Bugfix in production
The fixed system respondes smoothly. And first statistics are promising:
After the first learning dampening and relearning causes waves. Variations in attack rates let the waves disappear.
There is a difference between accumulating by address and classifying by query type. The question is if and how normal queries are suppressed by ANY-type attacks. So let's have a lock at penalty by time for different query types.
None of the regular queries comes from a dampened address! Attackers did not destroy production. For reference, let's include the attacker packers:
Attacks are identified within 40 packets and stopped with silence. The horizontal lines are characteristic for massive repeated ANY query with the same ID. But the output rate is now production ready. Welcome back, server.
Real world statistics about query types could be derived easily.

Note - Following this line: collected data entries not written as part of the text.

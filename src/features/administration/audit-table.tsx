import { useInfiniteQuery } from '@tanstack/react-query';
import type { AuditEntry } from '#contracts/audit';
import { formatDateTime } from '../../lib/format';
import { messageOf } from '../../lib/request-error';
import { Button } from '../../ui/button';
import { DataTable } from '../../ui/data-table';
import type { TableColumn } from '../../ui/data-table';
import { EmptyState } from '../../ui/empty-state';
import { ErrorState } from '../../ui/error-state';
import { Pending } from '../../ui/pending';
import { auditQuery } from './queries';

const words = (value: unknown): string =>
  typeof value === 'string' || typeof value === 'number' || typeof value === 'boolean'
    ? String(value)
    : JSON.stringify(value);
const cut = (text: string, most: number) => (text.length > most ? `${text.slice(0, most)}…` : text);

/** The detail in one line; what it is about stands in its own column. */
const summaryOf = (detail: AuditEntry['detail']): string =>
  cut(
    Object.entries(detail)
      .filter(([key, value]) => key !== 'name' && value !== null && !/Id$|^digest$/.test(key))
      .map(([key, value]) => `${key} ${cut(words(value), 48)}`)
      .join('; ') || Object.keys(detail).join('; '),
    110,
  );

const hasDetail = (detail: AuditEntry['detail']) => Object.keys(detail).length > 0;

/** What an entry is about by name, where the entry itself tells it. */
function nameOf({ detail, by, subjectId }: AuditEntry): string | null {
  if (typeof detail.name === 'string') return detail.name;
  return by?.id === subjectId ? by.name : null;
}

const columns: readonly TableColumn<AuditEntry>[] = [
  { id: 'sequence', title: 'No.', value: ({ sequence }) => sequence },
  {
    id: 'at',
    title: 'When',
    value: ({ at }) => at,
    cell: ({ at }) => (
      <time dateTime={at} className="whitespace-nowrap" title={at}>
        {formatDateTime(at)}
      </time>
    ),
  },
  {
    id: 'by',
    title: 'Who',
    value: ({ by }) => by?.name ?? 'the server',
    cell: ({ by }) => <span className="whitespace-nowrap">{by?.name ?? 'the server'}</span>,
  },
  { id: 'action', title: 'What', value: ({ action }) => action, cell: ({ action }) => <code>{action}</code> },
  {
    id: 'subject',
    title: 'On what',
    value: (entry) => [entry.subject, nameOf(entry) ?? '', entry.subjectId].filter(Boolean).join(' '),
    cell: (entry) => (
      <span title={entry.subjectId} className="@2xl:whitespace-nowrap">
        {entry.subject} {nameOf(entry) ?? <code className="text-sm text-graphite">{entry.subjectId.slice(0, 8)}</code>}
      </span>
    ),
  },
  {
    id: 'detail',
    title: 'Detail',
    value: ({ detail }) => (hasDetail(detail) ? JSON.stringify(detail) : null),
    unsortable: true,
    cell: ({ detail }) =>
      hasDetail(detail) ? (
        <details>
          <summary className="text-graphite">{summaryOf(detail)}</summary>
          <pre className="max-w-[60ch] text-sm wrap-anywhere whitespace-pre-wrap">
            {JSON.stringify(detail, null, 2)}
          </pre>
        </details>
      ) : (
        '–'
      ),
  },
  {
    id: 'hash',
    title: 'Hash',
    value: ({ hash }) => hash,
    cell: ({ hash }) => (
      <code className="text-sm text-graphite" title={hash}>
        {hash.slice(0, 12)}
      </code>
    ),
  },
];

/** The audit trail, newest first; earlier entries are fetched on demand. */
export function AuditTable() {
  const query = useInfiniteQuery(auditQuery);
  if (query.data === undefined)
    return query.isError ? (
      <ErrorState error={query.error} onRetry={() => void query.refetch()} />
    ) : (
      <Pending label="Loading the audit trail" lines={8} />
    );
  const entries = query.data.pages.flatMap((page) => page.entries);
  return (
    <div className="flex flex-col gap-3">
      <DataTable
        label="Audit trail"
        rows={entries}
        columns={columns}
        rowKey={({ sequence }) => String(sequence)}
        filterLabel="Find among the entries shown"
        initialSort={{ column: 'sequence', descending: true }}
        empty={
          <EmptyState title="Nothing is recorded yet.">
            Every change that anybody makes is added here, and never changed.
          </EmptyState>
        }
      />
      {query.hasNextPage ? (
        <div className="flex flex-wrap items-center gap-3">
          <Button pending={query.isFetchingNextPage} onPress={() => void query.fetchNextPage()}>
            Fetch earlier entries
          </Button>
          {query.isFetchNextPageError ? <span role="alert">{messageOf(query.error)}</span> : null}
        </div>
      ) : null}
    </div>
  );
}
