import type { ReactNode } from 'react';
import { NavLink } from 'react-router-dom';
import { classNames } from '../../ui/class-names';

const parts = [
  { to: '/administration/people', label: 'People' },
  { to: '/administration/mail', label: 'Mail' },
  { to: '/administration/audit', label: 'Audit trail' },
];

/** The parts of administration, each at an address of its own. */
export function AdministrationFrame({ children }: { children: ReactNode }) {
  return (
    <>
      <nav aria-label="Administration" className="flex gap-x-5 overflow-x-auto border-b border-rule px-4 sm:px-6">
        {parts.map(({ to, label }) => (
          <NavLink
            key={to}
            to={to}
            className={({ isActive }) =>
              classNames(
                '-mb-px shrink-0 border-b-2 py-2 focus-visible:outline-offset-[-2px]',
                isActive ? 'border-copper font-bold text-ink' : 'border-transparent text-graphite hover:text-ink',
              )
            }
          >
            {label}
          </NavLink>
        ))}
      </nav>
      {children}
    </>
  );
}
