import { useQuery } from '@tanstack/react-query';
import { RotateCw } from 'lucide-react';
import type { FullMessage } from '#contracts/mail';
import { formatDateTime } from '../../lib/format';
import { messageOf } from '../../lib/request-error';
import { ActionButton } from '../../ui/action-button';
import { Button } from '../../ui/button';
import { Caution } from '../../ui/caution';
import { Dialog } from '../../ui/dialog';
import { ErrorState } from '../../ui/error-state';
import { KeyFigures } from '../../ui/key-figures';
import { Pending } from '../../ui/pending';
import { Status } from '../../ui/status';
import { Tabs } from '../../ui/tabs';
import { tell } from '../../ui/toast';
import { mailStateWords, mailTones } from './mail-table';
import { messageQuery, useResendMail } from './queries';

interface MessageDialogProps {
  messageId: string;
  onClose: () => void;
}

/** One message as its reader gets it: as text, and as HTML in a frame that may run nothing. */
export function MessageDialog({ messageId, onClose }: MessageDialogProps) {
  const query = useQuery(messageQuery(messageId));
  const resend = useResendMail(messageId);
  const message = query.data;
  return (
    <Dialog
      title={message?.subject ?? 'Message'}
      isOpen
      onClose={onClose}
      width="medium"
      footer={
        message ? (
          <>
            <ActionButton
              icon={RotateCw}
              pending={resend.isPending}
              reason="tooltip"
              whyNot={message.state === 'failed' ? null : 'Only a message that failed can be sent again.'}
              onPress={() =>
                resend.mutate(undefined, {
                  onSuccess: () => tell.done('Message waits to be sent again'),
                  onError: (error) => tell.failed('Not sent again', { detail: messageOf(error) }),
                })
              }
            >
              Send it again
            </ActionButton>
            <Button variant="primary" onPress={onClose}>
              Close
            </Button>
          </>
        ) : null
      }
    >
      {query.isError ? <ErrorState error={query.error} onRetry={() => void query.refetch()} /> : null}
      {query.isPending ? <Pending label="Loading the message" /> : null}
      {message ? <MessageParts message={message} /> : null}
    </Dialog>
  );
}

function MessageParts({ message }: { message: FullMessage }) {
  const { to, state, createdAt, sentAt, attempts, lastError, messageId, text, html, subject } = message;
  return (
    <div className="flex flex-col gap-4">
      <KeyFigures
        figures={[
          { label: 'To', value: <span className="wrap-anywhere">{to}</span> },
          { label: 'State', value: <Status tone={mailTones[state]}>{mailStateWords[state]}</Status> },
          { label: 'Written', value: formatDateTime(createdAt) },
          { label: 'Sent', value: sentAt === null ? 'not sent' : formatDateTime(sentAt) },
          { label: 'Attempts', value: attempts },
          { label: 'Message-ID', value: <code className="text-sm wrap-anywhere">{messageId}</code> },
        ]}
      />
      {lastError === null ? null : (
        <Caution severity="stop" title="Last attempt failed.">
          {lastError}
        </Caution>
      )}
      <Tabs
        label="Parts of the message"
        tabs={[
          {
            id: 'text',
            label: 'Text',
            content: <pre className="text-sm wrap-anywhere whitespace-pre-wrap">{text}</pre>,
          },
          {
            id: 'html',
            label: 'HTML',
            content: (
              <iframe
                title={`HTML of “${subject}”`}
                sandbox=""
                referrerPolicy="no-referrer"
                srcDoc={html}
                className="h-96 w-full rounded border border-rule bg-white"
              />
            ),
          },
        ]}
      />
    </div>
  );
}
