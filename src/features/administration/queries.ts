import { infiniteQueryOptions, queryOptions, useMutation, useQueryClient } from '@tanstack/react-query';
import { auditRoutes } from '#contracts/audit';
import { mailRoutes } from '#contracts/mail';
import { callRoute } from '../../lib/fetch-json';

export const mailQuery = queryOptions({
  queryKey: ['mail'],
  queryFn: ({ signal }) => callRoute(mailRoutes.listMail, { signal }),
});

export const messageQuery = (messageId: string) =>
  queryOptions({
    queryKey: ['mail', messageId],
    queryFn: ({ signal }) => callRoute(mailRoutes.readMail, { params: { messageId }, signal }),
  });

export function useResendMail(messageId: string) {
  const client = useQueryClient();
  return useMutation({
    mutationFn: () => callRoute(mailRoutes.resendMail, { params: { messageId } }),
    onSuccess: () => client.invalidateQueries({ queryKey: mailQuery.queryKey }),
  });
}

/** Entries asked for at once. */
export const auditPage = 100;

export const auditQuery = infiniteQueryOptions({
  queryKey: ['audit'],
  queryFn: ({ pageParam, signal }) =>
    callRoute(auditRoutes.listAudit, {
      query: pageParam === null ? { limit: auditPage } : { limit: auditPage, before: pageParam },
      signal,
    }),
  initialPageParam: null as number | null,
  getNextPageParam: ({ entries }) => (entries.length < auditPage ? undefined : entries[entries.length - 1]?.sequence),
});

export const verificationQuery = queryOptions({
  queryKey: ['audit', 'verification'],
  queryFn: ({ signal }) => callRoute(auditRoutes.verifyAudit, { signal }),
});
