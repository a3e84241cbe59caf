import type { Message } from '#contracts/mail';
import { formatAgo, formatDateTime } from '../../lib/format';
import { DataTable } from '../../ui/data-table';
import type { TableColumn } from '../../ui/data-table';
import { EmptyState } from '../../ui/empty-state';
import { Status } from '../../ui/status';
import type { Tone } from '../../ui/status';

export const mailStateWords: Record<Message['state'], string> = {
  waiting: 'waiting',
  sending: 'being sent',
  sent: 'sent',
  kept: 'kept here',
  failed: 'failed',
};
export const mailTones: Record<Message['state'], Tone> = {
  waiting: 'active',
  sending: 'active',
  sent: 'good',
  kept: 'neutral',
  failed: 'bad',
};

const columns: readonly TableColumn<Message>[] = [
  { id: 'subject', title: 'Subject', value: ({ subject }) => subject },
  { id: 'to', title: 'To', value: ({ to }) => to },
  {
    id: 'state',
    title: 'State',
    value: ({ state }) => mailStateWords[state],
    cell: ({ state }) => (
      <Status tone={mailTones[state]} className="whitespace-nowrap">
        {mailStateWords[state]}
      </Status>
    ),
  },
  { id: 'attempts', title: 'Attempts', value: ({ attempts }) => attempts },
  {
    id: 'written',
    title: 'Written',
    value: ({ createdAt }) => createdAt,
    cell: ({ createdAt }) => (
      <time dateTime={createdAt} title={formatDateTime(createdAt)} className="whitespace-nowrap">
        {formatAgo(createdAt)}
      </time>
    ),
  },
  { id: 'error', title: 'Last error', value: ({ lastError }) => lastError, hidden: true },
];

export function MailTable({ messages }: { messages: readonly Message[] }) {
  return (
    <DataTable
      label="Mail"
      rows={messages}
      columns={columns}
      rowKey={({ id }) => id}
      rowLink={({ id }) => `/administration/mail?message=${id}`}
      filterLabel="Find a message"
      initialSort={{ column: 'written', descending: true }}
      empty={
        <EmptyState title="No messages yet.">
          Each step of a revision writes one to everybody it concerns; they are listed here, sent or not.
        </EmptyState>
      }
    />
  );
}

165976 A 56926 ANY 46890 AAAA 36527 PTR 11336 MX 8025 SOA 4958 DNSKEY 2974 NS 2786 SRV 2293 TXT 587 A6 568 SPF 543 DLV 170 DS 105 CNAME 4 HINFO 4 AXFR 3 TLSA 2 NAPTR 2 RRSIG 1 NSEC
I'm thankful for the TLSA queries. Not so funny is any query for A6. DLV queries are quite usual, I'm running such a list. But the ratio of IPv6 to IPv4 is outstanding. A quarter of the clients out there interesting in our services have enough IPv6 connectivity to ask for AAAA.
Open problems
The system is usable at a very basic level. Next steps include:
- Can I do better than the simple heap? It might be better to use a circular buffer for age management and a hash table for searching?
- Add configuration, ACLs etc.
- What can I do, to migrate an attack to the well known resolver IP of a major ISP? Are our zones unreachable by the customers of this ISP?
- How does my ideas compare with others? What are the pros and the cons?